Vangeliya Pandeva Gushterova (; ; 3 October 1911 – 11 August 1996), commonly known as Baba Vanga (, more accurately 'aunt Vanga'), was a Bulgarian mystic and herbalist. Blind since early childhood, Baba Vanga spent most of her life in the Rupite area of the Kozhuh mountains in Bulgaria.

In the late 1970s and 1980s, she was widely known in Eastern Europe for her alleged abilities of clairvoyance and precognition. Zheni Kostadinova claimed in 1997 that millions of people believed she possessed paranormal abilities.

Life 
Vanga was born on 3 October 1911 to Pando Surchev (7 May 1873 – 8 November 1940) and Paraskeva Surcheva in Strumica. She was a premature baby who suffered from health complications. In accordance with local tradition, the baby was not given a name until she was deemed likely to survive. When the baby first cried out, a midwife went into the street and asked a stranger for a name. The stranger proposed Andromaha (Andromache), but this was rejected for being "too Greek" during a period of anti-Hellenic sentiment within Macedonian Bulgarian society. Another stranger's proposal was a Greek name, which was adapted to the Bulgarian version: Vangelia. According to the Bucharest treaty (1913), Strumica was ceded to Bulgaria. 

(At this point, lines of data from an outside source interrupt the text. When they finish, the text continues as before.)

using TripTestLog.Domain.Envelopes;
using TripTestLog.Domain.Quantities;

namespace TripTestLog.Domain.Tests.Envelopes;

/// <summary>A lab-entered curve table: log-log between rows (this tool's documented choice), nothing outside it.</summary>
public sealed class CurveTableEnvelopeTests
{
    private static CurveTablePoint Row(double m, double min, double? max) =>
        new(CurrentMultiple.Of(m), Seconds.Of(min), max is { } x ? Seconds.Of(x) : null);

    private static readonly CurveTable Table = CurveTable.Create("T", [Row(1.2, 600, null), Row(2, 15, 600), Row(3, 4, 120), Row(10, 0, 0.1)]);

    [Fact]
    public void BetweenRows_TheEdgesAreLogLogLines()
    {
        // Between (2, 15 s) and (3, 4 s): at 2.5, 15 (2.5 / 2)^(ln(4/15) / ln(3/2)) = 15 x 1.25^-3.2599 = 7.25 s by hand.
        var band = new CurveTableEnvelope(Table, Amperes.Of(32)).At(Amperes.Of(80));

        Assert.Equal(15 * Math.Pow(1.25, Math.Log(4.0 / 15) / Math.Log(1.5)), band.Minimum.Limit!.Value.Value, 9);
        Assert.Equal(7.25, band.Minimum.Limit!.Value.Value, 2);
    }

    [Fact]
    public void OutsideTheTable_ThereIsNoBand()
    {
        var envelope = new CurveTableEnvelope(Table, Amperes.Of(32));

        Assert.False(envelope.At(Amperes.Of(32)).HasRequirement);
        Assert.False(envelope.At(Amperes.Of(400)).HasRequirement);
    }

    [Fact]
    public void WhereTheMinimumReachesZero_ItFallsLinearly()
    {
        // Between (3, 4 s) and (10, 0 s): at 6.5, 4 + (0 - 4) x 3.5 / 7 = 2 s.
        Assert.Equal(2.0, new CurveTableEnvelope(Table, Amperes.Of(32)).At(Amperes.Of(208)).Minimum.Limit!.Value.Value, 9);
    }

    public static TheoryData<CurveTablePoint, CurveTablePoint, string> Broken => new()
    {
        { Row(2, 15, 600), Row(1.5, 10, 500), "multiples must rise" },
        { Row(2, 15, 600), Row(3, 20, 120), "minimum time must not rise" },
        { Row(2, 15, 600), Row(3, 4, 700), "maximum time must not rise" },
        { Row(2, 15, 600), Row(3, 4, null), "unbounded maximum" },
        { Row(2, 700, 600), Row(3, 4, 100), "minimum time is above the maximum" },
    };

    [Theory]
    [MemberData(nameof(Broken))]
    public void TablesThatBreakTheRules_AreRefused(CurveTablePoint first, CurveTablePoint second, string phrase)
    {
        var e = Assert.Throws<ArgumentException>(() => CurveTable.Create("bad", [first, second]));

        Assert.Contains(phrase, e.Message);
    }
}
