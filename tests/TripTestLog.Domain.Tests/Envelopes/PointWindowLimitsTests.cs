using CsCheck;
using TripTestLog.Domain.Envelopes;
using TripTestLog.Domain.Quantities;

namespace TripTestLog.Domain.Tests.Envelopes;

/// <summary>
/// The band read for its limits alone (the judge's reads either side of a test's current, for a limit's slope) against
/// the band read in full, for every family, near every standard point, at any ambient. The tool's own invariant: no
/// outside source.
/// </summary>
public sealed class PointWindowLimitsTests
{
    [Fact]
    public void TheLimitsRead_MatchTheFullBand_EdgeForEdge_AndNameTheSameRequirement()
    {
        var near = Gen.Select(AllFamiliesPropertyTests.Any, Gen.Int[0, 20], Gen.Double[-0.06, 0.06], Gen.Double[-25, 25]);
        near.Sample(t =>
        {
            var (inner, which, offset, kelvin) = t;
            var ambient = kelvin == 0 ? AmbientShift.None : AmbientShift.For(kelvin, 0.005, "ambient", "20 °C");
            var envelope = PointWindowEnvelope.Of(inner, 0.03, ambient);
            var multiple = envelope.Points.Count == 0 ? 1.3 + offset : envelope.Points[which % envelope.Points.Count].Multiple.Value * (1 + offset);
            var current = Amperes.Of(envelope.Reference.Value * multiple);

            var full = envelope.At(current);
            var limits = envelope.LimitsAt(current);

            Assert.Equal(full.NoRequirement, limits.NoRequirement);
            Same(full.Minimums, limits.Minimums);
            Same(full.Maximums, limits.Maximums);
        }, iter: 4000);
    }

    [Fact]
    public void AnOffsetPointsLimit_IsWordedInFull_OnlyInTheFullBand()
    {
        // IEC 60898-1 Table 7 row c (2.55 In, 1 s < t < 60 s): a test 2 % below it is a test of it, with its limits moved
        // for the offset (the tool's window rule, docs/judging.md).
        var envelope = PointWindowEnvelope.Of(new Iec60898Envelope(Devices.TripCurve.C, Amperes.Of(16)), 0.03);
        var current = Amperes.Of(16 * 2.55 * 0.98);

        var full = envelope.At(current).Maximums.Single(e => e.PointLabel == "c" && !e.Carried && e.Requirement.Contains(';', StringComparison.Ordinal));
        var limit = envelope.LimitsAt(current).Maximums.Single(e => e.PointLabel == "c" && !e.Carried && e.Limit == full.Limit);

        Assert.Contains("tested 2.0 % below its current", full.Requirement, StringComparison.Ordinal);
        Assert.Equal(full.Requirement[..full.Requirement.IndexOf(';', StringComparison.Ordinal)], limit.Requirement);
    }

    private static void Same(IReadOnlyList<BandEdge> full, IReadOnlyList<BandEdge> limits)
    {
        Assert.Equal(full.Count, limits.Count);
        for (var i = 0; i < full.Count; i++)
        {
            var (a, b) = (full[i], limits[i]);
            Assert.Equal(a.Limit, b.Limit);
            Assert.Equal((a.Source, a.Strength, a.Strict, a.AnyStart, a.Start, a.Loading, a.PointLabel, a.Carried, a.Anchor, a.ProvenByHolding),
                (b.Source, b.Strength, b.Strict, b.AnyStart, b.Start, b.Loading, b.PointLabel, b.Carried, b.Anchor, b.ProvenByHolding));
            Assert.Equal(Before(a.Requirement), Before(b.Requirement));
        }
    }

    private static string Before(string requirement) =>
        requirement.IndexOf(';', StringComparison.Ordinal) is var i and >= 0 ? requirement[..i] : requirement;
}
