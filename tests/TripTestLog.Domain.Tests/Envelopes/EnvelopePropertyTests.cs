using CsCheck;
using TripTestLog.Domain.Devices;
using TripTestLog.Domain.Envelopes;
using TripTestLog.Domain.Quantities;
using TripTestLog.Domain.Tests.Support;

namespace TripTestLog.Domain.Tests.Envelopes;

/// <summary>Properties every envelope must have, over many random devices and currents.</summary>
public sealed class EnvelopePropertyTests
{
    private static readonly Gen<(TripCurve Curve, double Rated, double M1, double M2)> Cases =
        Gen.Select(Gen.Int[0, 2].Select(i => (TripCurve)i), Gen.Double[0.5, 125], Gen.Double[1.13, 60], Gen.Double[1.13, 60]);

    [Fact]
    public void EdgesNeverRiseAsTheCurrentRises()
    {
        Cases.Sample(c =>
        {
            var envelope = new Iec60898Envelope(c.Curve, Amperes.Of(c.Rated));
            var (lo, hi) = c.M1 <= c.M2 ? (c.M1, c.M2) : (c.M2, c.M1);
            var low = envelope.At(Amperes.Of(c.Rated * lo));
            var high = envelope.At(Amperes.Of(c.Rated * hi));

            Assert.True(high.Minimum.Limit!.Value <= low.Minimum.Limit!.Value, $"minimum rose from {lo} to {hi} In");
            Assert.True(Upper(high) <= Upper(low), $"maximum rose from {lo} to {hi} In");
        }, iter: 20_000);
    }

    [Fact]
    public void MinimumNeverExceedsMaximum()
    {
        Cases.Sample(c =>
        {
            var band = new Iec60898Envelope(c.Curve, Amperes.Of(c.Rated)).At(Amperes.Of(c.Rated * c.M1));

            Assert.True(band.Minimum.Limit!.Value.Value <= Upper(band), $"min above max at {c.M1} In");
        }, iter: 20_000);
    }

    private static double Upper(TripBand band) => band.Maximum.Limit?.Value ?? double.PositiveInfinity;
}
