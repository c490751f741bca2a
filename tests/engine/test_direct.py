"""Direct irradiance against closed forms and SciPy: inverse-square and cosine laws, configuration factors."""

import numpy as np
import pytest
from numpy.testing import assert_allclose
from scipy import integrate

from app.engine.direct import blocked, cull_radius_m, direct_patch, irradiance_from_nodes
from app.engine.distributions import cosine_power, intensity_per_flux, lambertian
from app.engine.scene import Box, Emitter, Grid


def full_map(emitter, grid, boxes=()):
    out = np.zeros((grid.ny, grid.nx))
    p = direct_patch(emitter, grid, boxes, dtype=np.float64)
    if p is not None:
        p.add_into(out)
    return out


@pytest.mark.parametrize("h, r", [(1.0, 0.0), (0.5, 0.3), (2.0, 3.0), (0.3, 2.5)])
def test_point_source_inverse_square_and_cosine_law_exact(h, r):
    # E = I(θ) cos θ / d² = I(θ) h / (h² + r²)^1.5 (inverse-square and cosine laws).
    dist = cosine_power(3.0)
    flux = 500.0
    e = irradiance_from_nodes(np.array([[r, 0, 0]]), np.array([[0, 0, h]]), [flux], dist)
    d2 = h * h + r * r
    cos_t = h / np.sqrt(d2)
    expected = flux * intensity_per_flux(dist, cos_t) * cos_t / d2
    assert_allclose(e, [expected], rtol=1e-12)


def howell_b3(a, b, c):
    """Differential element to a parallel rectangle a × b at distance c, normal through a corner.

    Howell J.R., A Catalog of Radiation Heat Transfer Configuration Factors, case B-3.
    """
    A, B = a / c, b / c
    return (
        A / np.sqrt(1 + A * A) * np.arctan(B / np.sqrt(1 + A * A))
        + B / np.sqrt(1 + B * B) * np.arctan(A / np.sqrt(1 + B * B))
    ) / (2 * np.pi)


def rect_factor(x0, x1, y0, y1, c):
    """Any rectangle by adding and subtracting corner rectangles."""

    def corner(x, y):
        return np.sign(x) * np.sign(y) * howell_b3(np.abs(x), np.abs(y), c)

    return corner(x1, y1) - corner(x0, y1) - corner(x1, y0) + corner(x0, y0)


def test_howell_check_value():
    # Catalogue check value (shared/REFERENCES.md): a = b = c = 1 gives 0.138531606.
    assert_allclose(howell_b3(1.0, 1.0, 1.0), 0.138531606, rtol=1e-8)


@pytest.mark.parametrize("h", [0.05, 0.15, 0.45, 1.2])
@pytest.mark.parametrize("rotation", [0.0, 30.0])
def test_lambertian_panel_matches_configuration_factor(h, rotation):
    # A Lambertian panel of exitance M gives E = M·F (Howell B-3), within 0.5 % everywhere.
    L, W, flux = 0.6, 0.3, 420.0
    e = Emitter("p", 0.0, 0.0, h, flux, lambertian(), "panel", L, W, rotation_deg=rotation)
    g = Grid("g", -0.7, -0.7, 1.4, 1.4, 0.0, 0.02)
    got = full_map(e, g)
    X, Y = np.meshgrid(g.x_m, g.y_m)
    a = np.radians(rotation)
    u = X * np.cos(a) + Y * np.sin(a)  # receiver points in the panel's own frame
    v = -X * np.sin(a) + Y * np.cos(a)
    ref = flux / (L * W) * rect_factor(-L / 2 - u, L / 2 - u, -W / 2 - v, W / 2 - v, h)
    assert np.max(np.abs(got - ref) / ref.max()) < 0.005
    centre = ref > 0.05 * ref.max()
    assert np.max(np.abs(got - ref)[centre] / ref[centre]) < 0.005


@pytest.mark.parametrize("h, x", [(0.1, 0.0), (0.3, 0.4), (0.2, 0.9)])
def test_bar_matches_scipy_line_integral(h, x):
    # A cos^n bar of length L: E = ∫ (Φ/L) I(θ) cos θ / d² dl, by scipy.integrate.quad.
    L, flux, n = 1.2, 100.0, 1.9
    dist = cosine_power(n)
    e = Emitter("b", 0.0, 0.0, h, flux, dist, "bar", L, 0.001)
    g = Grid("g", x - 0.001, -0.001, 0.002, 0.002, 0.0, 0.001)
    got = full_map(e, g)[1, 1]

    def integrand(s):
        d2 = (x - s) ** 2 + h * h
        cos_t = h / np.sqrt(d2)
        return flux / L * float(intensity_per_flux(dist, cos_t)) * cos_t / d2

    ref, _ = integrate.quad(integrand, -L / 2, L / 2, epsabs=1e-12, limit=200)
    assert_allclose(got, ref, rtol=0.005)


def test_infinite_plane_captures_all_flux():
    # A downward emitter above an (effectively) infinite plane puts all its flux on it:
    # integrate the map over a square 60 hanging heights wide (Lambertian tail beyond: ≈ (h/r)² ≈ 0.1 %).
    h, flux = 0.2, 1000.0
    e = Emitter("p", 0.0, 0.0, h, flux, lambertian(), "panel", 0.3, 0.3)
    g = Grid("g", -6.0, -6.0, 12.0, 12.0, 0.0, 0.01)
    got = full_map(e, g)
    total = float((got * g.cell_area_m2).sum())
    assert_allclose(total, flux, rtol=0.01)


def test_rotation_turns_the_footprint():
    e0 = Emitter("b", 0.5, 0.5, 0.3, 100.0, lambertian(), "bar", 1.0, 0.03)
    e90 = Emitter("b", 0.5, 0.5, 0.3, 100.0, lambertian(), "bar", 1.0, 0.03, rotation_deg=90)
    g = Grid("g", 0.0, 0.0, 1.0, 1.0, 0.0, 0.02)
    m0, m90 = full_map(e0, g), full_map(e90, g)
    assert_allclose(m90, m0.T, rtol=1e-4, atol=1e-6)  # turning by 90° transposes a square map
    assert m0[25, 0] > 2 * m0[0, 25]  # unrotated, the bar runs along x


def test_box_casts_a_shadow():
    e = Emitter("p", 0.0, 0.0, 1.0, 100.0, lambertian())
    shelf = Box(-0.2, -0.2, 0.4, 0.2, 0.2, 0.45)
    pts = np.array([[0.0, 0.0, 0.0], [0.05, 0.05, 0.0], [0.6, 0.0, 0.0]])
    b = blocked(np.array([[0.0, 0.0, 1.0]]), pts, (shelf,))
    assert b.tolist() == [[True, True, False]]
    # A canopy lying on the shelf top is lit: touching a face does not block.
    top = blocked(np.array([[0.0, 0.0, 1.0]]), np.array([[0.0, 0.0, 0.45]]), (shelf,))
    assert not top.any()
    g = Grid("g", -0.5, -0.5, 1.0, 1.0, 0.0, 0.05)
    assert full_map(e, g, (shelf,))[10, 10] == 0.0


def test_cull_radius_bounds_the_lost_contribution():
    # Beyond the cull radius the point-source irradiance is below the stated share of its peak.
    dist, h = lambertian(), 0.4
    r = cull_radius_m(dist, h)
    e_peak = float(intensity_per_flux(dist, 1.0)) / h**2
    d2 = r * r + h * h
    e_edge = float(intensity_per_flux(dist, h / np.sqrt(d2))) * h / d2**1.5
    assert_allclose(e_edge / e_peak, 1e-5, rtol=1e-6)


def test_stamps_are_shared_and_shift_exactly():
    # Two identical fixtures one whole grid step apart give the same footprint shifted by one cell.
    g = Grid("g", 0.0, 0.0, 2.0, 2.0, 0.0, 0.05)
    a = Emitter("a", 0.8, 1.0, 0.5, 100.0, lambertian(), "panel", 0.3, 0.3)
    b = Emitter("b", 0.85, 1.0, 0.5, 100.0, lambertian(), "panel", 0.3, 0.3)
    ma, mb = full_map(a, g), full_map(b, g)
    assert_allclose(mb[:, 1:], ma[:, :-1], rtol=1e-5, atol=1e-7)


def test_narrow_beam_close_to_the_plane_does_not_overflow():
    """cosⁿ with a large n a few mm above the points: E = (n+1)/(2π) Φ cos^(n+1)/d² stays finite (Lambert,
    inverse-square law); the overflow once surfaced as a server error from the map fit (found by schemathesis)."""
    import warnings

    from app.engine.direct import irradiance_from_nodes
    from app.engine.distributions import cosine_power

    n, h = 400.0, 1e-3
    pts = np.array([[0.0, 0.0, 0.0], [0.0005, 0.0, 0.0]])
    with warnings.catch_warnings():
        warnings.simplefilter("error")
        e = irradiance_from_nodes(pts, np.array([[0.0, 0.0, h]]), np.array([1.0]), cosine_power(n), 0.0)
    d = np.hypot(pts[:, 0], h)
    assert_allclose(e, (n + 1) / (2 * np.pi) * (h / d) ** (n + 1) / d**2, rtol=1e-9)


def _segment_hits_box(q, p, box):
    """Independent slab test (Kay & Kajiya 1986): does the open segment q→p pass through the box's inside?"""
    lo, hi = np.array(box[:3]), np.array(box[3:])
    d = p - q
    t0, t1 = 0.0, 1.0
    for k in range(3):
        if abs(d[k]) < 1e-15:
            if not (lo[k] < q[k] < hi[k]):
                return False
            continue
        a, b = sorted(((lo[k] - q[k]) / d[k], (hi[k] - q[k]) / d[k]))
        t0, t1 = max(t0, a), min(t1, b)
    return t1 - t0 > 1e-9


def test_wall_beside_the_zone_shades_an_off_zone_fixture():
    # A tall wall standing beside the zone (outside its footprint) between the zone and a fixture hung off
    # to the side: the zone gets only the fixture above it. Point Lambertian source: E = (Φ/π) h² / d⁴
    # (inverse-square and Lambert cosine laws, I = Φ/π · cos θ).
    g = Grid("g", 0.0, 0.0, 1.0, 1.0, 0.0, 0.1)
    above = Emitter("a", 0.5, 0.5, 1.0, 300.0, lambertian())
    beside = Emitter("b", -1.0, 0.5, 1.0, 300.0, lambertian())
    wall = Box(-0.3, -5.0, -0.1, -0.1, 5.0, 2.0)
    total = full_map(above, g, (wall,)) + full_map(beside, g, (wall,))
    gx, gy = np.meshgrid(g.x_m, g.y_m)
    d2 = (gx - 0.5) ** 2 + (gy - 0.5) ** 2 + 1.0
    expected = 300.0 / np.pi / d2**2
    assert_allclose(total, expected, rtol=1e-6)
    assert full_map(beside, g).min() > 3.0  # without the wall the side fixture does light the zone


def test_low_wall_beside_the_zone_matches_brute_force_point_shadow():
    # A lower wall beside the zone shades only the zone's near edge: every point compared with a
    # brute-force point-source sum that tests each fixture-to-point ray against the box itself.
    g = Grid("g", 0.0, 0.0, 1.0, 1.0, 0.0, 0.05)
    beside = Emitter("b", -0.8, 0.3, 1.2, 300.0, lambertian())
    wall = (-0.25, 0.0, 0.0, -0.05, 0.8, 0.5)
    got = full_map(beside, g, (Box(*wall),))
    q = np.array([beside.x_m, beside.y_m, beside.z_m])
    ref = np.zeros_like(got)
    for j, y in enumerate(g.y_m):
        for i, x in enumerate(g.x_m):
            p = np.array([x, y, 0.0])
            if not _segment_hits_box(q, p, wall):
                d2 = float(np.sum((p - q) ** 2))
                ref[j, i] = 300.0 / np.pi * (q[2] / np.sqrt(d2)) ** 2 / d2
    shaded = ref == 0.0
    assert 0.05 < shaded.mean() < 0.6  # the scene does put part of the zone in shade
    assert_allclose(got, ref, rtol=1e-6, atol=1e-9)


@pytest.mark.parametrize("height_m", [2.0, 3.5, 5.0, 8.0])
def test_a_far_panel_stays_within_0_2_percent_of_howell(height_m):
    """A 0.6 m Lambertian panel hung high (where the engine may treat it as a point): E = M · F with F by
    superposition of Howell B-3 corner rectangles. A point beyond five diagonals was 0.5 % high at 5 m."""
    a, ppf = 0.6, 1000.0
    g = Grid("g", -0.5, -0.5, 1.0, 1.0, 0.0, 0.5)
    out = np.zeros((g.ny, g.nx))
    direct_patch(Emitter("e", 0.0, 0.0, height_m, ppf, lambertian(), "panel", a, a), g, dtype=np.float64).add_into(out)
    xs = g.x0_m + np.arange(g.nx) * g.spacing_m
    ref = np.array([[rect_factor(-a / 2 - x, a / 2 - x, -a / 2 - y, a / 2 - y, height_m) for x in xs] for y in xs])
    assert_allclose(out, ref * ppf / a**2, rtol=2e-3)
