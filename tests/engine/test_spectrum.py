"""Spectra against CODATA constants (SciPy) and the published lux-to-PPFD factors (colour-science spectra)."""

import warnings

import numpy as np
import pytest
from numpy.testing import assert_allclose
from scipy import constants

from app.engine.spectrum import led_mix, parse_spectrum_csv, spectrum_figures, umol_per_joule, v_lambda

with warnings.catch_warnings():
    warnings.simplefilter("ignore")  # colour-science warns that matplotlib is absent
    import colour


def test_photon_energy_from_codata_constants():
    # E = h c / λ (Planck relation), constants from scipy.constants (CODATA, exact SI values).
    for nm in (400.0, 450.0, 550.0, 660.0, 700.0):
        expected = 1e6 / (constants.h * constants.c / (nm * 1e-9) * constants.N_A)
        assert_allclose(umol_per_joule(nm), expected, rtol=1e-12)
    # shared/REFERENCES.md: µmol/J = λ[nm] × 0.0083593; 450 nm → 3.76, 660 nm → 5.52.
    assert_allclose(umol_per_joule([450, 660]), [3.76, 5.52], atol=0.005)


def test_flat_energy_spectrum_ceiling():
    # A flat energy spectrum over 400-700 nm: about 4.60 µmol/J (shared/REFERENCES.md).
    wl = np.arange(400, 701, 1.0)
    f = spectrum_figures(wl, np.ones_like(wl))
    assert_allclose(f["ceiling_umol_j"], 4.60, atol=0.01)


def test_v_lambda_matches_colour_science():
    v = colour.colorimetry.SDS_LEFS_PHOTOPIC["CIE 1924 Photopic Standard Observer"]
    wl = np.arange(380, 781, 1)
    assert_allclose(v_lambda(wl), v[wl], atol=3e-3)  # linear interpolation of the 5 nm table


@pytest.mark.parametrize(
    "illuminant, lux_per_ppfd, tol",
    [
        # Thimijan R.W. & Heins R.D. (1983), HortScience 18(6):818-822: lux per µmol m⁻² s⁻¹ (400-700 nm).
        ("D65", 54, 0.05),  # sunlight (CIE daylight D65 stands in for their measured sun)
        ("A", 50, 0.03),  # incandescent (CIE A, a 2856 K blackbody)
        ("FL2", 74, 0.05),  # cool white fluorescent (CIE F2)
        ("HP1", 82, 0.06),  # high-pressure sodium (CIE HP1, standard HPS)
        ("HP3", 71, 0.03),  # metal halide (CIE HP3)
    ],
)
def test_lux_to_ppfd_factors_reproduce_the_published_table(illuminant, lux_per_ppfd, tol):
    sd = colour.SDS_ILLUMINANTS[illuminant]
    f = spectrum_figures(sd.wavelengths, sd.values)
    assert_allclose(f["lux_per_ppfd"], lux_per_ppfd, rtol=tol)
    assert_allclose(f["ppfd_per_klux"] * f["lux_per_ppfd"], 1000, rtol=1e-9)


def test_led_peaks_fall_in_their_bands():
    wl, p = led_mix([{"nm": 660, "fwhm_nm": 20, "weight": 1.0}])
    f = spectrum_figures(wl, p)
    assert f["red_600_700"] > 0.99 and f["blue_400_500"] < 0.001
    assert_allclose(f["ceiling_umol_j"], umol_per_joule(660), rtol=0.01)
    wl, p = led_mix([{"nm": 730, "fwhm_nm": 25, "weight": 1.0}, {"nm": 450, "fwhm_nm": 20, "weight": 1.0}])
    f = spectrum_figures(wl, p)
    assert f["far_red_700_750"] > 0.5  # far red counted beside PPF, as a share of it


def test_spectrum_csv_errors_name_the_line():
    assert parse_spectrum_csv("nm,power\n400,1\n500,2\n")[0].tolist() == [400, 500]
    with pytest.raises(ValueError, match="line 3"):
        parse_spectrum_csv("nm,power\n400,1\nfour hundred,2\n")
    with pytest.raises(ValueError, match="at least two"):
        parse_spectrum_csv("400,1\n")


def test_band_shares_integrate_exactly_over_their_band():
    """A flat energy spectrum: photons per nm ∝ λ (Planck relation), so the 400-500 nm share of the 400-700 nm
    photons is ∫λ dλ over each band; reference by scipy.integrate.quad, no half-nm slivers at the band edges."""
    from scipy.integrate import quad

    wl = np.arange(380.0, 781.0, 1.0)
    fig = spectrum_figures(wl, np.ones_like(wl))
    par = quad(lambda x: x, 400, 700)[0]
    for band, (lo, hi) in (("blue_400_500", (400, 500)), ("red_600_700", (600, 700)), ("far_red_700_750", (700, 750))):
        assert fig[band] == pytest.approx(quad(lambda x: x, lo, hi)[0] / par, rel=1e-9)


def test_power_outside_the_visible_counts_in_the_ceiling():
    """A red peak plus an equal 850 nm peak holds twice the radiant power for the same PAR photons, so its
    µmol/J ceiling is half the red peak's (Planck relation; the issue's worked case)."""
    wl = np.arange(600.0, 901.0, 1.0)
    red = np.exp(-0.5 * ((wl - 660.0) / 10.0) ** 2)
    nir = np.exp(-0.5 * ((wl - 850.0) / 10.0) ** 2)
    alone = spectrum_figures(wl, red)["ceiling_umol_j"]
    both = spectrum_figures(wl, red + nir)["ceiling_umol_j"]
    assert both == pytest.approx(alone / 2, rel=1e-3)
    with pytest.raises(ValueError, match="200-3000 nm"):
        spectrum_figures([100.0, 500.0], [1.0, 1.0])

During her childhood, her father was an Internal Macedonian Revolutionary Organization activist, conscripted into the Bulgarian Army during World War I, and her mother died soon after. This left Vanga dependent on the care and charity of neighbours and close family friends for much of her youth. After the war, Strumica was ceded to the Kingdom of Serbs, Croats and Slovenes (i.e., Yugoslavia). Yugoslav authorities arrested her father because of his pro-Bulgarian activity. They confiscated all his property and the family fell into poverty for many years. Vanga was considered intelligent for her age. Her inclinations started to show up when she herself thought out games and loved playing "healing"—she prescribed some herbs to her friends, who pretended to be ill. Her father, being a widower, eventually remarried, thus providing a stepmother to his daughter.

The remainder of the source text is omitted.